People like Harvey Weinstein were abominations, monsters, they said. But they were incredibly rare. And because of their monstrous behaviour, all men were being unfairly accused. Most men are not monsters. Most men are good men. Good boyfriends. Good dads. Good husbands. Good friends.
They were right, while also being dangerously wrong. People like Weinstein are rare, but it’s not because abusive men are rare. It’s that most abusive men with that kind of power and privilege aren’t usually stopped. One of them, you may have noticed, is in the White House.
And yes, most men are not monsters. But every day women are harassed, exploited, abused or controlled by people who are not monsters. Good boyfriends, good dads, good husbands, good friends. Every single woman I know has endless tales of abuse: some of it in the street, some of it at work, some of it in their homes. Often by people they thought they could trust.
The guys at the bar were essentially arguing that now the likes of Weinstein, Bill Cosby and Louis CK have been exposed (although not necessarily punished: CK is making tentative steps to return to his millionaire comedy career; many other people identified in the #metoo campaign don’t seem to have suffered anything beyond bad publicity) it was time for women to stop. The problem has been solved.
The problem hasn’t been solved.
In the UK, a nine month inquiry by a government select committee has confirmed what every woman already knows. Sexual harassment of women and girls is “relentless” in bars and clubs, in universities, in parks, on public transport, on the street and on the internet. The stories my girlfriends tell me would break your heart.
Men don’t see it because they don’t experience it. And because they don’t see it, otherwise intelligent men like our two bar patrons choose to believe what they have, or rather haven’t, experienced. Let’s give them the benefit of the doubt and assume they’ve never made a girl or woman feel uncomfortable, pressured someone to do something they didn’t want to do, had a sexual encounter where consent was murky. Because they aren’t bad guys, no guys are bad guys.
For as long as men won’t listen to women, for as long as women’s experiences are dismissed by men who think they know better, women will continue to feel unsafe. Because they are.
Update: there was a discussion about this very thing on Radio Scotland this morning shortly after I wrote this post. As contributor and retired policeman Graham Goulden put it, “some men are the problem, all men are the solution.”

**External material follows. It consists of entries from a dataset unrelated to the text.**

/* Entries for every wanted target of the loaded scenes, in input order; -1 on no memory. */
static int plan_jobs(run *r, brm_scene **loaded, const brm_path_list *scenes, brm_diag *load_diags)
{
    for (size_t i = 0; i < scenes->count; i++) {
        brm_scene *s = loaded[i];
        if (!s) {
            job *j = add_job(r);
            if (!j) return -1;
            snprintf(j->scene_name, sizeof j->scene_name, "%s", scenes->items[i]);
            job_fail(j, load_diags[i].status, load_diags[i].message);
            j->state = JOB_SHOWN;
            continue;
        }
        /* With several scenes, outputs go by scene name: two scenes of one name would collide. */
        const brm_scene *twin = NULL;
        for (size_t k = 0; k < i && scenes->count > 1; k++)
            if (loaded[k] && strcmp(loaded[k]->name, s->name) == 0) twin = loaded[k];
        if (twin) {
            job *j = add_job(r);
            if (!j) return -1;
            snprintf(j->scene_name, sizeof j->scene_name, "%s", s->path);
            char msg[BRM_PATH_MAX * 2 + 256];
            snprintf(msg, sizeof msg,
                     "%s: name: \"%s\" is also the name of %s; with several scenes the outputs go to "
                     "DIR/<scene name>/, so give each scene its own \"name\"",
                     s->path, s->name, twin->path);
            job_fail(j, BRM_E_INPUT, msg);
            j->state = JOB_SHOWN;
            brm_scene_free(s);
            loaded[i] = NULL;
            continue;
        }
        char dir[BRM_PATH_MAX];
        const char *base = r->out_dir ? r->out_dir : "out";
        if (scenes->count == 1 && r->out_dir) snprintf(dir, sizeof dir, "%s", base);
        else snprintf(dir, sizeof dir, "%s/%s", base, s->name);
        brm_diag sw;
        brm_diag_init(&sw);
        brm_diag_merge_warnings(&sw, &load_diags[i]);
        brm_scene_warnings(s, &sw);
        for (uint32_t t = 0; t < s->target_count; t++) {
            const brm_target *tg = &s->targets[t];
            if (!wanted(r, tg->name)) continue;
            job *j = add_job(r);
            if (!j) return -1;
            j->scene = s;
            j->target = t;
            snprintf(j->scene_name, sizeof j->scene_name, "%s", s->name);
            snprintf(j->name, sizeof j->name, "%s", tg->name);
            size_t dl = strlen(dir);
            if (dl + strlen(tg->name) + 6 > sizeof j->output) {
                job_fail(j, BRM_E_IO, "the output folder's path is too long");
                j->state = JOB_SHOWN;
                j->scene = NULL;
                continue;
            }
            memcpy(j->output, dir, dl);
            j->output[dl] = '/';
            memcpy(j->output + dl + 1, tg->name, strlen(tg->name));
            memcpy(j->output + dl + 1 + strlen(tg->name), ".brv", 5);
            j->cells = tg->grid == BRM_GRID_PROBES ? 0 : (uint64_t)tg->cells[0] * tg->cells[1] * tg->cells[2];
            for (uint32_t w = 0; w < sw.warning_count; w++) str_push(&j->warnings, sw.warnings[w]);
        }
    }
    return 0;
}
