/* Direct light at a surface point q (irradiance from every light). */
static void light_surface(const job *j, brm_vec3 q, brm_vec3 n, double e[3])
{
    const brm_scene *s = j->s;
    e[0] = e[1] = e[2] = 0.0;
    for (uint32_t l = 0; l < s->light_count; l++) {
        const brm_light *lt = &s->lights[l];
        brm_vec3 to;
        double dist;
        double E = brm_light_illuminance(lt, q, &to, &dist);
        if (!(E > 0.0)) continue;
        double cs = brm_dot(n, to);
        if (!(cs > 0.0)) continue;
        double v = brm_shadow_visibility_surface(j->ss, l, q, n);
        if (!(v > 0.0)) continue;
        double a = E * cs * v * brm_shadow_transmittance(j->ss, l, q);
        e[0] += a * lt->color.x, e[1] += a * lt->color.y, e[2] += a * lt->color.z;
    }
}

static bool sky_sample_pixel(const job *j, uint32_t x, uint32_t y)
{
    return x % j->sky_stride == 0 && y % j->sky_stride == 0;
}

static void trace_row(void *ctx, uint32_t y, int worker)
{
    (void)worker;
    job *j = ctx;
    const cam *c = &j->c;
    const bool sky = j->s->sky.present;
    for (uint32_t x = 0; x < c->w; x++) {
        size_t px = (size_t)y * c->w + x;
        gpix *g = j->g + px;
        memset(g, 0, sizeof *g);
        g->obj = UINT32_MAX;
        if (sky_sample_pixel(j, x, y)) j->se[(size_t)(y / j->sky_stride) * j->se_w + x / j->sky_stride].obj = UINT32_MAX;
        double u, v;
        brm_vec3 dir = cam_ray(c, x, y, &u, &v);
        brm_hit hit;
        bool hit_any = j->bvh && brm_bvh_intersect(j->bvh, c->pos, dir, 0.0, HUGE_VAL, &hit);
        double t_hit = hit_any ? hit.t : HUGE_VAL;
        brm_vec3 L = brm_v3(0, 0, 0);
        bool marker = false;
        brm_hit ph;
        if (j->ps.bvh && brm_bvh_intersect(j->ps.bvh, c->pos, dir, 0.0, t_hit, &ph)) {
            /* A probe sphere: a white Lambertian sphere lit by the probe's irradiance. */
            uint32_t k = ph.object;
            brm_vec3 n = ph.normal;
            if (j->ps.valid[k]) {
                double rgb[3];
                for (int ch = 0; ch < 3; ch++) rgb[ch] = fmax(0.0, brm_sh9_irradiance(j->ps.sh[k][ch], n)) / BRM_PI;
                L = brm_v3(rgb[0], rgb[1], rgb[2]);
            } else {
                /* Black, with a cross where the normal is near the sphere's vertical or
                 * horizontal great circle as seen from the camera. */
                marker = fabs(brm_dot(n, c->right)) < 0.2 || fabs(brm_dot(n, c->up)) < 0.2;
            }
        } else if (hit_any) {
            brm_vec3 p = brm_madd(c->pos, dir, hit.t), n = hit.normal;
            brm_vec3 q = brm_madd(p, n, j->eps);
            brm_vec3 al = j->s->objects[hit.object].albedo;
            double e[3];
            light_surface(j, q, n, e);
            g->alb[0] = (float)(al.x / BRM_PI), g->alb[1] = (float)(al.y / BRM_PI), g->alb[2] = (float)(al.z / BRM_PI);
            L = brm_v3(al.x / BRM_PI * e[0], al.y / BRM_PI * e[1], al.z / BRM_PI * e[2]);
            if (sky) {
                brm_vec3 eo = sky_open(&j->s->sky, n);
                g->eopen[0] = (float)eo.x, g->eopen[1] = (float)eo.y, g->eopen[2] = (float)eo.z;
                if (j->bvh && sky_sample_pixel(j, x, y)) {
                    brm_vec3 b = sky_blocked(j, q, n, (uint32_t)px);
                    skyest *e = j->se + (size_t)(y / j->sky_stride) * j->se_w + x / j->sky_stride;
                    e->blk[0] = (float)b.x, e->blk[1] = (float)b.y, e->blk[2] = (float)b.z;
                    e->n[0] = (float)n.x, e->n[1] = (float)n.y, e->n[2] = (float)n.z;
                    e->t = (float)hit.t;
                    e->obj = hit.object;
                }
            }
            g->n[0] = (float)n.x, g->n[1] = (float)n.y, g->n[2] = (float)n.z;
            g->t = (float)hit.t;
            g->obj = hit.object;
        } else {
            L = brm_sky_radiance(&j->s->sky, dir);
        }
        g->base[0] = (float)L.x, g->base[1] = (float)L.y, g->base[2] = (float)L.z;
        j->marker[px] = marker;
        g->T = 1.0f;
        if (!j->has_fog) continue;
        double S[3], T;
        if (j->kind == BRM_GRID_FRUSTUM) {
            double z = hit_any ? hit.t * brm_dot(dir, c->fwd) : j->far;
            frustum_lookup(&j->ff, u, v, z, S, &T);
        } else {
            world_march(&j->wf, c->pos, dir, 0.0, t_hit, S, &T);
        }
        g->S[0] = (float)S[0], g->S[1] = (float)S[1], g->S[2] = (float)S[2], g->T = (float)T;
    }
}
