/* Slice holding view depth z, clamped to [0, nz − 1]. */
static uint32_t slice_of(const brm_grid *g, double z)
{
    uint32_t lo = 0, hi = g->n[2];
    while (hi - lo > 1) {
        uint32_t mid = lo + (hi - lo) / 2;
        if (g->slice_depths[mid] <= z) lo = mid;
        else hi = mid;
    }
    return lo;
}

/* Clips triangle t (view space) to Z >= near and appends its warped pieces (0, 1 or 2). */
static uint32_t clip_and_warp(const brm_grid *g, const brm_vec3 t[3], brm_vec3 out[2][3])
{
    brm_vec3 poly[4];
    int n = 0;
    double zn = g->cam.near;
    for (int a = 0; a < 3; a++) {
        brm_vec3 p = t[a], q = t[(a + 1) % 3];
        int pin = p.z >= zn, qin = q.z >= zn;
        if (pin) poly[n++] = p;
        if (pin != qin) {
            double u = (zn - p.z) / (q.z - p.z);
            brm_vec3 x = brm_madd(p, brm_sub(q, p), u);
            x.z = zn;
            poly[n++] = x;
        }
    }
    if (n < 3) return 0;
    brm_vec3 w[4];
    for (int a = 0; a < n; a++) w[a] = warp(g, poly[a]);
    out[0][0] = w[0];
    out[0][1] = w[1];
    out[0][2] = w[2];
    if (n == 3) return 1;
    out[1][0] = w[0];
    out[1][1] = w[2];
    out[1][2] = w[3];
    return 2;
}

static const int hex_faces[6][4] = {{0, 2, 6, 4}, {1, 3, 7, 5}, {0, 1, 5, 4}, {2, 3, 7, 6}, {0, 1, 3, 2}, {4, 5, 7, 6}};

static double seg_dist2(brm_vec3 p, brm_vec3 a, brm_vec3 b)
{
    brm_vec3 ab = brm_sub(b, a);
    double l2 = brm_dot(ab, ab);
    double t = l2 > 0 ? brm_clamp(brm_dot(brm_sub(p, a), ab) / l2, 0.0, 1.0) : 0.0;
    brm_vec3 d = brm_sub(p, brm_madd(a, ab, t));
    return brm_dot(d, d);
}

/* Squared distance from p to the convex hexahedron with corners c[8] (bit 0 = i, 1 = j,
 * 2 = k); 0 inside. Outside, the nearest point lies on a face: a face's nearest point is the
 * projection when that falls inside the (planar, convex) quad, else on one of its edges. */
static double hex_dist2(const brm_vec3 c[8], brm_vec3 p)
{
    brm_vec3 centroid = {0, 0, 0};
    for (int q = 0; q < 8; q++) centroid = brm_add(centroid, brm_scale(c[q], 0.125));
    int inside = 1;
    double best = HUGE_VAL;
    for (int f = 0; f < 6; f++) {
        brm_vec3 v[4];
        for (int q = 0; q < 4; q++) v[q] = c[hex_faces[f][q]];
        brm_vec3 n = brm_norm(brm_cross(brm_sub(v[2], v[0]), brm_sub(v[3], v[1])));
        if (brm_dot(n, brm_sub(centroid, v[0])) > 0) n = brm_scale(n, -1.0);   /* outward */
        double sd = brm_dot(n, brm_sub(p, v[0]));
        if (sd > 0) inside = 0;
        brm_vec3 proj = brm_madd(p, n, -sd);
        /* Inside the quad: on the same side of all four edges as the quad's own turn. */
        brm_vec3 turn = brm_cross(brm_sub(v[1], v[0]), brm_sub(v[2], v[0]));
        int in_quad = 1;
        for (int q = 0; q < 4 && in_quad; q++)
            in_quad = brm_dot(brm_cross(brm_sub(v[(q + 1) % 4], v[q]), brm_sub(proj, v[q])), turn) >= 0;
        double d2 = in_quad ? sd * sd : HUGE_VAL;
        if (!in_quad)
            for (int q = 0; q < 4; q++) d2 = fmin(d2, seg_dist2(p, v[q], v[(q + 1) % 4]));
        best = fmin(best, d2);
    }
    return inside ? 0.0 : best;
}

This isn’t about demonising men. It’s about recognising that the world is different for men. Men are never told to walk without wearing headphones, as women are currently being told to do in London while a serial attacker remains free. Men are never told to stay home at night when there have been a series of attacks. Men don’t have to worry about people spiking their drinks. Men don’t generally get sexually harassed at work, or fear sexual violence.
That doesn’t mean we shouldn’t tell our daughters to be careful. But we should also teach our sons not to be, associate with or defend the kind of men our daughters need to be careful of.